Every record has a timestamp (stored in epoch ms), and data is never inserted out of date order. Multiple records can have the same timestamp, but the timestamp will only increase over time. Occasionally records will be deleted.
To validate that the archive is tracking with my production data, I perform a "checksum" of sorts, counting the number of records in a given date range, and comparing the archive to the production dataset. Doing a
select count(*) where ts > nnn is slow on the archive (as expected), but it occurs to me that I might be able to use rowid to do a binary search for the first record where ts = nnn and then (perhaps) subtract rowids to get my count of records much faster than the ordinary select would, kind of like a home grown index (or, at very least, allow me to restrict the part of the database that needs to be searched by adding
where rowid > mmm and rowid < ooo to the query.
So, some questions:
- Is rowid maintained in "insertion order" such that if my data is inserted in order of timestamp, I can assume that a higher rowid will never have a lower timestamp?
- Can I therefore implement my own binary search to rapidly find a record with a particular ts? (or use max(rowid) to find the maximum timestamp)?
- Will deleting records create "holes" that sqlite will attempt to "fill in" with subsequent insertions?
- What events would cause the rowid of a given record to change?
- If I do decide to insert data out of date order, how can I sort the data and reset the rowids to account for that?
- Is there a less janky way to leverage the fact that my data is sorted to get at least some of the benefits of indexing without rolling my own?
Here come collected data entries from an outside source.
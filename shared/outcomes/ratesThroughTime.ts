import { boundaryCrosserRates } from "./boundaryCrosserRates";
import { assertValidIntervals, assertValidRanges, type NamedInterval } from "./validateRanges";

export interface IntervalRates {
  name: string;
  base: number;
  top: number;
  /** base - top, in Myr. */
  duration: number;
  nbt: number;
  nbL: number;
  nFt: number;
  nFL: number;
  /** Bottom-boundary crossers, nbt + nbL. */
  nb: number;
  /** Top-boundary crossers, nbt + nFt. */
  nt: number;
  /** Taxa present in the interval, nbt + nbL + nFt + nFL. */
  taxonCount: number;
  /** Per-capita extinction rate per interval; null when not finite (no bottom crossers, or none crossed both limits). */
  q: number | null;
  /** Per-capita origination rate per interval; null when not finite (no top crossers, or none crossed both limits). */
  p: number | null;
  qPerMyr: number | null;
  pPerMyr: number | null;
  /** Share of the taxa present last seen in the interval; null when no taxon is present. */
  proportionalExtinction: number | null;
  /** Share of the taxa present first seen in the interval; null when no taxon is present. */
  proportionalOrigination: number | null;
}

// JSON cannot carry NaN or Infinity; an estimate that is not a finite number is reported as missing.
function finiteOrNull(value: number): number | null {
  return Number.isFinite(value) ? value : null;
}

/**
 * Boundary-crosser counts and rates (Foote 2000, Paleobiology 26(4) suppl.: 74-102; see boundaryCrosserRates)
 * for each interval, in the order given, e.g. the stages of the time scale for a rate curve. Intervals are
 * computed independently and need not be contiguous.
 *
 * Zero counts: a rate whose formula is undefined or infinite is null, never NaN or Infinity. q is null when no
 * taxon crosses the base (0/0) and when every base crosser is last seen in the interval (nbt = 0 < nbL, which
 * would be -ln 0 = Infinity); p likewise for the top. Proportions are null when no taxon is present. Throws as
 * boundaryCrosserRates for bad ranges, and names the index of an interval without base > top >= 0.
 *
 * @example
 * ratesThroughTime([{ fad: 12, lad: 3 }, { fad: 12, lad: 7 }, { fad: 8, lad: 3 }],
 *   [{ name: "B", base: 10, top: 5 }, { name: "A", base: 5, top: 0 }])
 * // [{ name: "B", nbt: 1, nbL: 1, nFt: 1, nFL: 0, q: 0.693147 (= ln 2), p: 0.693147, qPerMyr: 0.138629, ... },
 * //  { name: "A", nbt: 0, nbL: 2, nFt: 0, nFL: 0, q: null, p: null, proportionalExtinction: 1, taxonCount: 2, ... }]
 */
export function ratesThroughTime(taxa: Array<{ fad: number; lad: number }>, intervals: NamedInterval[]): IntervalRates[] {
  assertValidRanges(taxa);
  assertValidIntervals(intervals);
  return intervals.map(({ name, base, top }) => {
    const rates = boundaryCrosserRates(taxa, base, top);
    return {
      name,
      base,
      top,
      duration: rates.duration,
      nbt: rates.nbt,
      nbL: rates.nbL,
      nFt: rates.nFt,
      nFL: rates.nFL,
      nb: rates.nb,
      nt: rates.nt,
      taxonCount: rates.taxonCount,
      q: finiteOrNull(rates.q),
      p: finiteOrNull(rates.p),
      qPerMyr: finiteOrNull(rates.qPerMyr),
      pPerMyr: finiteOrNull(rates.pPerMyr),
      proportionalExtinction: finiteOrNull(rates.proportionalExtinction),
      proportionalOrigination: finiteOrNull(rates.proportionalOrigination),
    };
  });
}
- Is there a better way than counting to validate that records in a specified date range stored in databases on two different systems, one in postgres, one in sqlite, contain the same data? (I presume they do, but I’m a paranoid sort, especially around the idea that my syncing process might somehow drop records. I’m less worried that two corresponding records would contain different values).
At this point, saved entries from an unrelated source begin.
describe("simulation: the test finds a planted difference and keeps its nominal level", () => {
  it("with no difference it rejects at about 5%", () => {
    const replicates = 200;
    const rate = rejectionRate({ backgroundLogOdds: 0.7, crisisLogOdds: 0.7 }, replicates, 1500);
    console.log(`crisisVersusBackground, no planted difference: rejected ${(rate * 100).toFixed(1)}% of ${replicates} at alpha 0.05`);
    // Binomial(200, 0.05): P(X < 3) = 0.0023 and P(X > 19) = 0.0027 (jstat binomial cdf), so a
    // calibrated test gives 3 to 19 rejections 99.5% of the time.
    expect(rate * replicates).toBeGreaterThanOrEqual(3);
    expect(rate * replicates).toBeLessThanOrEqual(19);
  });

  it("with a planted difference (background OR 2, crisis OR 0.5) it rejects nearly always", () => {
    const replicates = 200;
    const rate = rejectionRate({ backgroundLogOdds: Math.log(2), crisisLogOdds: Math.log(0.5) }, replicates, 2500);
    console.log(`crisisVersusBackground, planted ratio 0.25: rejected ${(rate * 100).toFixed(1)}% of ${replicates} at alpha 0.05`);
    // Planned power (normal approximation, common practice, no source): with about 60/90 crisis
    // and 180/270 background taxa per state, var(log ratio) ~ 1/(60*0.25) + 1/(90*0.24) +
    // 1/(180*0.2) + 1/(270*0.15) = 0.166, SE 0.41, so |ln 0.25| / 0.41 = 3.4 standard errors:
    // power about 0.92.
    expect(rate).toBeGreaterThan(0.85);
  });

  it("the estimate recovers the planted ratio on a large sample", () => {
    const uniform = createUniformSource(99);
    const rows: CrisisVersusBackgroundRow[] = [];
    for (const [label, intercept, beta] of [["B1", -1.2, 0.5], ["B2", -0.8, 0.5], ["Crisis", 0.3, 1.5]] as const) {
      for (let i = 0; i < 20000; i++) {
        const d = uniform() < 0.5;
        const p = 1 / (1 + Math.exp(-(intercept + (d ? beta : 0))));
        rows.push({ boundary: label, outcome: uniform() < p ? 1 : 0, value: d ? "x" : "o" });
      }
    }
    const result = crisisVersusBackground({ rows, crisis: "Crisis", trait: { kind: "states", reference: "o" } });
    const [c] = result.contrasts;
    expect(c.ratio.ci[0]).toBeLessThan(Math.exp(1));
    expect(c.ratio.ci[1]).toBeGreaterThan(Math.exp(1));
    expectAbsoluteClose(Math.log(c.backgroundOddsRatio), 0.5, 0.1);
    expectAbsoluteClose(Math.log(c.crisisOddsRatio), 1.5, 0.1);
  });
});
A few more probably irrelevant details: The postgres production system is on a very space-constrained machine, and can only hold about 6 months of data. The sqlite database is on a very slow machine with tons of disk space, and holds the total archive going back several years. Because I occasionally share the entire archive with other researchers, sqlite is a convenient container, but I don’t index because I want the files to be small when I back them up and ship them around. The only work I do on the archival dataset is add records and verify that the data has been properly backed up, as described above. Copying the archive locally (to, say, make a replica and strip out an index before compressing) is a very slow operation on the archive machine.